**** Recorded data

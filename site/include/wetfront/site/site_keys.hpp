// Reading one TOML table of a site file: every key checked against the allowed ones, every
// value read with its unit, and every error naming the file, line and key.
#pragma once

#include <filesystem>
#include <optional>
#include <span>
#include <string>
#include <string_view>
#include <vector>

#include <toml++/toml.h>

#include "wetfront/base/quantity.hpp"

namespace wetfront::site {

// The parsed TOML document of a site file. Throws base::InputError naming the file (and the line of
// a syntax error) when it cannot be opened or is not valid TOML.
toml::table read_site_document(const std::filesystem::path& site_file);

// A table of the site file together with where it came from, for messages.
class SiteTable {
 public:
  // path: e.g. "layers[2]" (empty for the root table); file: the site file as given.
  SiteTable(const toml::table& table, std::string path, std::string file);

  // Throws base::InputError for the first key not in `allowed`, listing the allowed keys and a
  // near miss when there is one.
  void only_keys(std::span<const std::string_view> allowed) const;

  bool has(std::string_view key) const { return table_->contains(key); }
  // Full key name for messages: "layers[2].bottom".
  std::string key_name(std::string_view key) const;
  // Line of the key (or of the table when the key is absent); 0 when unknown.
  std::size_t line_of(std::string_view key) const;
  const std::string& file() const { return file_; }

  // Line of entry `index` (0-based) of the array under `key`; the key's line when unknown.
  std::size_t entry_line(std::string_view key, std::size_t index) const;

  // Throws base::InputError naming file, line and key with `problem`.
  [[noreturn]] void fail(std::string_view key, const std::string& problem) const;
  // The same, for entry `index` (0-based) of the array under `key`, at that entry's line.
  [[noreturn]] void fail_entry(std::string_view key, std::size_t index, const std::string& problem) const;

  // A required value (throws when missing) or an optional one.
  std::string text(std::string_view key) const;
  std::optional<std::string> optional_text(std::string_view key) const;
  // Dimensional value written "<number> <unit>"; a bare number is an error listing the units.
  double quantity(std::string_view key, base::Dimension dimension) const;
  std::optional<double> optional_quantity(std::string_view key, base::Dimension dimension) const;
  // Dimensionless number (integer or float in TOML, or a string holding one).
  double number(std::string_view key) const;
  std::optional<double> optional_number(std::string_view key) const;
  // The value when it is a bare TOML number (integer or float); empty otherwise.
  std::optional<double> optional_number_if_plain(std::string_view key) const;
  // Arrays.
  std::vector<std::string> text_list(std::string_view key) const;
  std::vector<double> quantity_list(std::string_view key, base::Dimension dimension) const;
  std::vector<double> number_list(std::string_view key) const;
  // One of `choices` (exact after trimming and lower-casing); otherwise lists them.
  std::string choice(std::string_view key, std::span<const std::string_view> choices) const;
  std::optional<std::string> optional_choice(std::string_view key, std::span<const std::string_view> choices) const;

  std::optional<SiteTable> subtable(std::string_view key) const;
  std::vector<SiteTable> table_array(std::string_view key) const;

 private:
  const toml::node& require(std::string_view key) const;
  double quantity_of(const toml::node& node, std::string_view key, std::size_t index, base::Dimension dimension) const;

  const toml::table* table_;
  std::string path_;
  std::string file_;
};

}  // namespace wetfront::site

********

▶ [About this task]
Of the records above, copy each line that includes "choices".

▶ [Solution to the problem]
  // One of `choices` (exact after trimming and lower-casing); otherwise lists them.
  std::string choice(std::string_view key, std::span<const std::string_view> choices) const;
  std::optional<std::string> optional_choice(std::string_view key, std::span<const std::string_view> choices) const;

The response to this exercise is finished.